A group of Army recruiters who also share Pingup’s office building began using the system to order their own lunches and have already come up with a plan to use Pingup to communicate with prospective soldiers, said Slater, 40, who came from his native Britain to attend BU. “We’d never have thought of that in a month of Sundays.”

He expects much more of that kind of use of Pingup as more businesses see its potential. The company plans to make money by providing additional contacts with the system, which they call “seats,” and extra applications and services such as publishing menus or receiving payments. The first “seat” for each business will be free, Slater said, and individual use is always free.

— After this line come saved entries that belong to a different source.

"""The log divided among data-parallel processes: each keeps the events of its own share of the users.

A user belongs to process hash(user id) mod N (pandas' hash_array: the same on every machine), so
all of a user's events sit in one process. That keeps every per-user step local and exact: the
per-user splits, the known pairs excluded from a user's ranking, the history a query tower pools
and the history rows of EASE and item-kNN. Every process still reads every file (only the columns
the config names, a piece at a time) and numbers every distinct id it sees, users and items alike,
so every process builds the very catalogs and id numbering one process builds without any exchange;
it keeps only its own users' rows. What needs every user's events is summed over processes where it
is made (collective.summed): which entities have training events, the item counts, EASE's and
item-kNN's co-occurrence counts, the query histories.
"""

from __future__ import annotations

from dataclasses import dataclass

import numpy as np
import pandas as pd

from towers.collective import rank_and_size
from towers.config import Config


@dataclass(frozen=True)
class Shard:
    """Process `rank` of `world` keeps the rows of the users whose id hashes to rank mod world."""

    rank: int
    world: int

    def mine(self, codes: np.ndarray, uniques: np.ndarray) -> np.ndarray:
        """bool mask over a piece's rows (ids == uniques[codes]): the rows of this process's users."""
        return (owners(uniques, self.world) == self.rank)[codes]

    def quota(self, total: int) -> int:
        """This process's part of a count divided as evenly as possible (sampled queries, say)."""
        return total // self.world + (self.rank < total % self.world)


def owners(ids: np.ndarray, world: int) -> np.ndarray:
    """The process each id belongs to. Whole numbers hash as numbers and text as text: a log that stores
    one user as 17 in one file and "17" in another would give that user's events to two processes."""
    values = ids if ids.dtype == object else ids.astype(np.int64, copy=False)
    return (pd.util.hash_array(values, categorize=False) % np.uint64(world)).astype(np.int64)


def whole_log_reason(cfg: Config) -> str | None:
    """Why this run's log cannot be divided by user (every process then reads it whole), or None."""
    ic, ev = cfg.interactions, cfg.evaluation
    if not cfg.run.divide_log:
        return "run.divide_log is false"
    if cfg.item_item:
        return "item_item runs pair items with items, not users"
    if ic.pairs_from != "rows" or ic.count_repeats:
        return "pairs derived from orders or sessions, or counted repeats, are made from the whole log"
    if ic.context:
        return "context columns are encoded with vocabularies fitted on every training event"
    if ev.baseline and (ev.baseline_solver != "gradient" or cfg.training.rating_loss):
        return ("the linear factor model's ALS solves and its certificate read every event "
                "(evaluation.baseline_solver: gradient and an implicit loss can be divided)")
    if ev.bilinear:
        return "the bilinear reference reads every event"
    return None


def log_shard(cfg: Config) -> Shard | None:
    """This process's shard when several processes train and the log can be divided, else None."""
    rank, world = rank_and_size()
    if world == 1 or whole_log_reason(cfg) is not None:
        return None
    return Shard(rank, world)
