"""The layers, styles and overlays of the report's pan-and-zoom map, as data for the page.

:func:`explorer_data` gathers what ``templates/explorer.js`` draws: the
hillshade base, one layer per mapped product and rain case (the run's
writer made its quantised copy, :mod:`slopescreen.report.explorer`), the
arrays a click reads (FS, probability of failure, soil unit, slope, cluster
id, corridor segment), and the line overlays (centreline, mapped landslides,
corridor segment strips, runout paths reaching the corridor, failing
cluster outlines). Colours, band labels and legend entries come from the
styles of the product registry (:mod:`slopescreen.report.styles`,
:func:`slopescreen.report.map_layers.legend_entries`), so the interactive map
and the PNG maps read the same.
"""

from __future__ import annotations

import base64
import math

import numpy as np

from ..products import STYLES, spec
from .cautions import SHORT
from .explorer import (
    QUANTISERS, ExplorerCopy, block_factor, coarser, decimate, shade_png,
)
from .map_layers import (
    BAND_ALPHA, DRY_ALPHA, MAP_BACKGROUND, NO_VALUE_ALPHA, OUTLINE_COLOUR, SHADE_FLOOR,
    legend_entries,
)
from .map_parts import crs_label, hillshade
from .styles import FS_BANDS, NO_VALUE_COLOUR

__all__ = ["explorer_data", "ramp_lut", "within_budget", "SEGMENT_STRIP", "MAP_BUDGET_BYTES",
           "COARSENED_FIRST"]

SEGMENT_STRIP = {"label": "corridor segment strip", "colour": "#5c3d8a", "width": 1.0}
"""How the outlines of the corridor segment strips look on the interactive map."""

OUTLINED = ("factor_of_safety", "failure_probability", "cluster_fs_bound")
"""Layers whose PNG maps carry the failure cluster outlines."""

MAP_BUDGET_BYTES = 24_000_000
"""Most bytes of the map's data in the page (the report's other parts come on top)."""

COARSENED_FIRST = (("specific_catchment_area", "wetness", "slope"),
                   ("critical_recharge", "critical_recharge_class"),
                   ("factor_of_safety", "failure_probability", "cluster_fs_bound", "runout_count"))
"""Which layers go to a coarser level of the pyramid first when the map exceeds its budget:
the descriptive layers, then the critical recharge with its classes, the hazard layers last,
each group at most two levels (4 x 4 of its cells) before the next is touched. Ids, soil
units and segments are small and stay at the finest level."""


def _b64_size(copy) -> int:
    return 4 * -(-len(copy.png) // 3)


def within_budget(copies: dict, other_bytes: int, budget: int = MAP_BUDGET_BYTES) -> dict:
    """Copies, some taken to coarser levels of the pyramid, whose base64 fits ``budget``.

    Parameters
    ----------
    copies : dict
        Name -> :class:`~slopescreen.report.explorer.ExplorerCopy`.
    other_bytes : int
        Bytes of the rest of the map's data (hillshade, lines).
    budget : int

    Returns
    -------
    dict
        The same names; a layer of a group of :data:`COARSENED_FIRST` reduced by 2 x 2
        blocks per level (:func:`~slopescreen.report.explorer.coarser`) until the total
        fits or every group has gone as far as it may.

    Examples
    --------
    >>> import numpy as np
    >>> from slopescreen.report.explorer import explorer_copy
    >>> rng = np.random.default_rng(0)
    >>> c = {"s": explorer_copy("slope", rng.random((64, 64)) * 60, 1),
    ...      "f": explorer_copy("factor_of_safety", rng.random((64, 64)) * 3, 1)}
    >>> size = sum(4 * -(-len(x.png) // 3) for x in c.values())     # base64 bytes
    >>> small = within_budget(c, 0, budget=size * 3 // 4)
    >>> small["s"].k, small["f"].k
    (2, 1)
    """
    out = dict(copies)

    def total():
        return other_bytes + sum(_b64_size(c) for c in out.values())

    for group in COARSENED_FIRST:
        for _level in range(2):
            if total() <= budget:
                return out
            names = [n for n, c in out.items() if c.key in group and min(c.shape) > 1]
            for n in names:
                out[n] = coarser(out[n])
    return out


def ramp_lut(style) -> str:
    """The 256 colours of a ramp style as one hex string (``rrggbb`` each), low to high.

    Examples
    --------
    >>> from slopescreen.report.styles import SLOPE_STYLE
    >>> lut = ramp_lut(SLOPE_STYLE)
    >>> len(lut), lut[:6]
    (1536, 'f6f1e4')
    """
    rgba = style.cmap()(np.arange(256))
    rgb = np.rint(np.asarray(rgba)[:, :3] * 255.0).astype(np.uint8)
    return rgb.tobytes().hex()


def _class_lut(style, breaks) -> str:
    """A ramp LUT of the rain needed to fail that is constant within each class.

    The page colours a value by its bin of 256 along the log scale from
    ``vmin`` to ``vmax``; each bin takes the colour of the class holding the
    bin's middle value, so a class edge is placed to within half a bin
    (0.6 % of a decade on 1-1000 mm/day).
    """
    from .map_layers import recharge_colours

    colours = np.asarray(recharge_colours(style, len(breaks)))
    lo, hi = math.log10(style.vmin), math.log10(style.vmax)
    middle = 10.0 ** (lo + (np.arange(256) + 0.5) * (hi - lo) / 256.0)
    cls = np.searchsorted(np.asarray(breaks[:-1], dtype=np.float64), middle, side="left")
    rgb = np.rint(colours[cls] * 255.0).astype(np.uint8)
    return rgb.tobytes().hex()


def _style_of(key: str, outlined: bool, *, rates=(), extent_cells=None, values=None) -> dict:
    from matplotlib.colors import to_hex

    from .styles import bound_labels, recharge_breaks

    style = STYLES[key]
    q = QUANTISERS[key]
    out = {"kind": style.kind, "label": style.label, "alpha": style.alpha,
           "legend": legend_entries(style, True if outlined else None, (), True, rates=rates,
                                    values=values, extent_cells=extent_cells)}
    if style.kind == "bands":
        out["bands"] = [{"code": None if not math.isfinite(upper)
                         else 1 + int(round((upper - q.lo) / q.step)),
                         "colour": colour, "label": label} for upper, label, colour in FS_BANDS]
        out["alpha"] = BAND_ALPHA
    elif style.kind == "bound":   # two classes, drawn by the page as bands: below 1 or not
        possible, ruled_out = bound_labels(extent_cells)
        out["kind"] = "bands"
        out["bands"] = [{"code": 1 + int(round((1.0 - q.lo) / q.step)),
                         "colour": to_hex(style.colours[0]), "label": possible},
                        {"code": None, "colour": None, "label": ruled_out}]
    else:
        lut = ramp_lut(style)
        if style.kind == "recharge":
            lut = _class_lut(style, recharge_breaks(rates, values)[0])
        out.update(lut=lut, vmin=style.vmin, vmax=style.vmax, log=style.log,
                   below=style.transparent_below)
    if style.kind == "recharge":
        out["dry"] = {"colour": FS_BANDS[0][2], "alpha": DRY_ALPHA}
    return out


def _to_cells(x, y, left, top, cx, cy) -> list:
    """CRS coordinates as flat [col, row, col, row, ...] of the embedded grid (0.01 cell)."""
    cols = (np.asarray(x, dtype=np.float64) - left) / cx
    rows = (top - np.asarray(y, dtype=np.float64)) / cy
    return np.round(np.stack([cols, rows], 1).reshape(-1), 2).tolist()


def _segment_copy(segments, shape, k) -> ExplorerCopy:
    """The corridor segment index per embedded cell (the first segment of the block's cells)."""
    from .explorer import pack_png

    rows, cols = shape
    out_c = -(-cols // k)
    out_r = -(-rows // k)
    r, c = np.divmod(np.asarray(segments.cell, dtype=np.int64), cols)
    block = (r // k) * out_c + c // k
    seg = np.full(out_r * out_c, np.iinfo(np.int64).max, dtype=np.int64)
    np.minimum.at(seg, block, np.asarray(segments.segment, dtype=np.int64))
    values = np.where(seg == np.iinfo(np.int64).max, np.nan, seg).reshape(out_r, out_c)
    codes = QUANTISERS["corridor_segment"].encode(values)
    return ExplorerCopy("corridor_segment", (out_r, out_c), int(k), pack_png(codes))


def _line_overlays(lines, left, top, cx, cy, rain=None, suffix="") -> list:
    """Lines grouped by label into overlays."""
    groups: dict = {}
    for line in lines:
        label = line.get("label", "line")
        g = groups.setdefault(label, {"kind": "lines", "label": label + suffix,
                                      "colour": line.get("colour", "#1b1b1b"),
                                      "width": line.get("width", 2.0), "rain": rain, "paths": []})
        g["paths"].append(_to_cells(line["x"], line["y"], left, top, cx, cy))
    return list(groups.values())


def _strip_lines(segments) -> list:
    import shapely

    out = []
    for strip in segments.strips:
        for poly in getattr(strip, "geoms", [strip]):
            if poly.is_empty:
                continue
            for ring in [poly.exterior, *poly.interiors]:
                xy = shapely.get_coordinates(ring)
                out.append(SEGMENT_STRIP | {"x": xy[:, 0], "y": xy[:, 1]})
    return out


def explorer_data(written, grid, z, *, rains=(), soil=None, soil_labels=(), lines=(),
                  paths=None, segments=None, title="", rates=(), extent_cells=None) -> dict | None:
    """The data of the report's pan-and-zoom map, or None when no mapped product was copied.

    Parameters
    ----------
    written : slopescreen.pipeline.results.Written
        What the writer wrote, with its explorer copies.
    grid : slopescreen.grid.Grid
    z : numpy.ndarray
        The DEM (m; NaN nodata), for the hillshade.
    rains : sequence of str
        Rain-case names in scenario order.
    soil : ExplorerCopy, optional
        The soil unit index per embedded cell.
    soil_labels : sequence of str
        Unit labels in index order.
    lines : sequence of dict
        Lines on every map (centreline, mapped landslides), as the PNG maps take them.
    paths : dict, optional
        ``("runout_count", rain) -> lines``: the runout paths reaching the corridor.
    segments : slopescreen.corridor.segments.Segments, optional
    title : str
        Study title.
    rates : sequence of (str, float)
        Steady rain cases (name, mm/day): the classes of the rain needed to fail.
    extent_cells : int, optional
        Window of the cluster FS bound, cells on a side (its legend states it).

    Returns
    -------
    dict or None
        JSON-ready: ``grid``, ``shade``, ``arrays`` (id -> packed codes and
        their quantiser), ``layers``, ``values``, ``overlays``, ``caution``
        and the notes the page shows.
    """
    import json

    copies = written.explorer
    entries = [p for p in written.entries()
               if p["kind"] == "raster" and p["key"] in STYLES and (p["key"], p["rain"]) in copies]
    if not entries:
        return None
    k = block_factor(grid.shape)
    rows, cols = grid.shape
    t = grid.transform
    left, top, cx, cy = float(t.c), float(t.f), float(t.a) * k, float(-t.e) * k
    overlays = []
    if segments is not None:
        overlays += _line_overlays(_strip_lines(segments), left, top, cx, cy)
    centre = [ln for ln in lines if ln.get("label") != "mapped landslide"]
    slides = [ln for ln in lines if ln.get("label") == "mapped landslide"]
    overlays = _line_overlays(centre, left, top, cx, cy) + overlays
    overlays += _line_overlays(slides, left, top, cx, cy)
    for (_key, rain), found in sorted((paths or {}).items(), key=lambda kv: str(kv[0][1])):
        overlays += _line_overlays(found, left, top, cx, cy, rain=rain, suffix=f": {rain}")
    zs = decimate(z, k, "mean") if k > 1 else np.asarray(z, dtype=np.float32)
    shade = hillshade(zs, grid.dx_m * k, grid.dy_m * k) if np.isfinite(zs).any() else zs
    shade = base64.b64encode(shade_png(shade)).decode("ascii")
    del zs

    named = {name: copies[name] for name in copies}
    if soil is not None:
        named["soil"] = soil
    if segments is not None:
        named["segment"] = _segment_copy(segments, grid.shape, k)
    named = within_budget(named, len(shade) + len(json.dumps(overlays)))
    arrays: dict = {}
    ids: dict = {}
    for name, copy in named.items():
        ids[name] = f"a{len(arrays)}"
        arrays[ids[name]] = copy.as_dict()
    layers = []
    for p in entries:
        key, rain = p["key"], p["rain"]
        entry = spec(key)
        outlined = key in OUTLINED and ("cluster_labels", rain) in ids
        layers.append({
            "id": ids[(key, rain)], "key": key, "rain": rain,
            "title": entry.title + (f": {rain}" if rain else ""),
            "group": rain or "Terrain and recharge", "units": p["units"], "file": p["path"],
            "style": _style_of(key, outlined, rates=rates, extent_cells=extent_cells,
                               values=written.previews.get((key, rain))),
            "classes": ids.get(("critical_recharge_class", None))
            if key == "critical_recharge" else None})

    def per_rain(key):        # [rain, array id] in scenario order (the page keeps it)
        return [[r, ids[(key, r)]] for r in rains if (key, r) in ids]

    values = {"fs": per_rain("factor_of_safety"), "pf": per_rain("failure_probability"),
              "bound": per_rain("cluster_fs_bound"), "cluster": per_rain("cluster_labels"),
              "slope": ids.get(("slope", None)), "soil": ids.get("soil"),
              "segment": ids.get("segment")}
    for r in rains:
        if ("cluster_labels", r) in ids:
            overlays.append({"kind": "outline", "label": f"failure cluster outline: {r}",
                             "colour": OUTLINE_COLOUR, "width": 1.2, "rain": r,
                             "array": ids[("cluster_labels", r)]})
    rounding = {"fs": QUANTISERS["factor_of_safety"].rounding,
                "pf": QUANTISERS["failure_probability"].rounding,
                "slope": QUANTISERS["slope"].rounding}
    coarsest = max(c.k for c in named.values())
    decimation = None
    if coarsest > 1:
        levels = sorted({c.k for c in named.values()})
        sizes = ", ".join(f"{n} x {n}" for n in levels)
        decimation = (
            f"Values are at the displayed resolution: a map cell is a block of grid cells "
            f"({sizes}; {cx * grid.linear_unit_m / k * levels[0]:g} m and coarser), holding the "
            "least factor of safety, cluster FS bound and critical recharge of the block, the "
            "largest probability of failure and runout count, the worst critical-recharge "
            "class, the most common soil unit and the mean slope, wetness and specific "
            "catchment area (each value on a click says its block). For full detail open the "
            "GeoTIFF products (factor_of_safety_*.tif and the others) in a GIS.")
    return {
        "version": 1, "title": title, "caution": SHORT,
        "grid": {"rows": int(-(-rows // k)), "cols": int(-(-cols // k)), "k": int(k),
                 "full_rows": int(rows), "full_cols": int(cols), "left": left, "top": top,
                 "cell_x": cx, "cell_y": cy, "unit_m": float(grid.linear_unit_m),
                 "crs": crs_label(grid.crs)},
        "base": {"background": MAP_BACKGROUND, "floor": SHADE_FLOOR,
                 "no_value": {"colour": NO_VALUE_COLOUR, "alpha": NO_VALUE_ALPHA}},
        "shade": shade, "arrays": arrays, "layers": layers, "values": values,
        "overlays": overlays, "soil_labels": list(soil_labels),
        "segments": None if segments is None else {
            "from_m": np.round(np.asarray(segments.from_m, dtype=np.float64), 1).tolist(),
            "to_m": np.round(np.asarray(segments.to_m, dtype=np.float64), 1).tolist()},
        "rounding": rounding, "decimation": decimation,
    }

Users may also piggyback on the system to build their own applications.

The software for Pingup was developed by talented programmers under contract from Eastern Europe, he said, then patented and readied for use, all for about $500,000. New investors are joining now to provide the funds to expand and promote the system in other parts of the country.

But Slater says businesses from elsewhere can jump in as soon as they wish. He already has indications that nightclubs from Miami and Las Vegas are lining up to use the new service, along with more than a dozen Hub clubs, because their businesses all have a common problem, responding to hundreds of calls each Friday and Saturday night. He expects much more of those kinds of contacts to lead to new customers as word of Pingup goes “viral.”

“We’re getting them as customers because we’re solving that problem,” Slater said. “I’d say we’ll be nationwide in the summer, that’s certainly our expectation.”

But Slater isn’t the only entrepreneur hunting in these waters. Other companies are looking to make use of text-based communications in commercial applications, including some in Greater Boston, so competition may heat up.